• [TASK PROMPT] Within the entries below, find each line containing the word "describe" and copy it.

Collected data entries
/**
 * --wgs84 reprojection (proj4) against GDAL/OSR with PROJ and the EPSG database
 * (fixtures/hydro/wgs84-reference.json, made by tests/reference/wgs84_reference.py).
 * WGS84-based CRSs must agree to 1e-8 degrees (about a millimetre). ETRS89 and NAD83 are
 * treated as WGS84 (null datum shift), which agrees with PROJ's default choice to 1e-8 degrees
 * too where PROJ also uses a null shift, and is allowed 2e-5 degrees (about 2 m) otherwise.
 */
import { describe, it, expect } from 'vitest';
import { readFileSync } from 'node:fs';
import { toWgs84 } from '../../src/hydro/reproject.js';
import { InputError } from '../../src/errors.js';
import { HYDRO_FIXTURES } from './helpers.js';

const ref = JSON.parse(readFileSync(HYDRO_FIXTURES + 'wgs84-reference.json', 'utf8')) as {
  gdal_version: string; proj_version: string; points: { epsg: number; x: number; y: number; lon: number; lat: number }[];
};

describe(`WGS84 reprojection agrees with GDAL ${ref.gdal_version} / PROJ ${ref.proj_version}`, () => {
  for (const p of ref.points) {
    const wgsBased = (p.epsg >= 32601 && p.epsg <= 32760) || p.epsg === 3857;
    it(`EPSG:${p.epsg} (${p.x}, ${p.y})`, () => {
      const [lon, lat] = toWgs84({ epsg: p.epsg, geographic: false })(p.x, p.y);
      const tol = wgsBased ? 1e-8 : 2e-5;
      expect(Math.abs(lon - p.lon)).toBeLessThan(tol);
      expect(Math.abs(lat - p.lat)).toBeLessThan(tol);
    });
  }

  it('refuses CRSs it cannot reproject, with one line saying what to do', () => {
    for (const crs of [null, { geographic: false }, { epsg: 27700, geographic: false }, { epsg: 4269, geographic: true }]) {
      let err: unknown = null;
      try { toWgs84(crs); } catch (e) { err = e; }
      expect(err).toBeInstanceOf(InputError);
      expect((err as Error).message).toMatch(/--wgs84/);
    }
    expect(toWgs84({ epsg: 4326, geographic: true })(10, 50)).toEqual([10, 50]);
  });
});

• [EXERCISE RESULT]
import { describe, it, expect } from 'vitest';
describe(`WGS84 reprojection agrees with GDAL ${ref.gdal_version} / PROJ ${ref.proj_version}`, () => {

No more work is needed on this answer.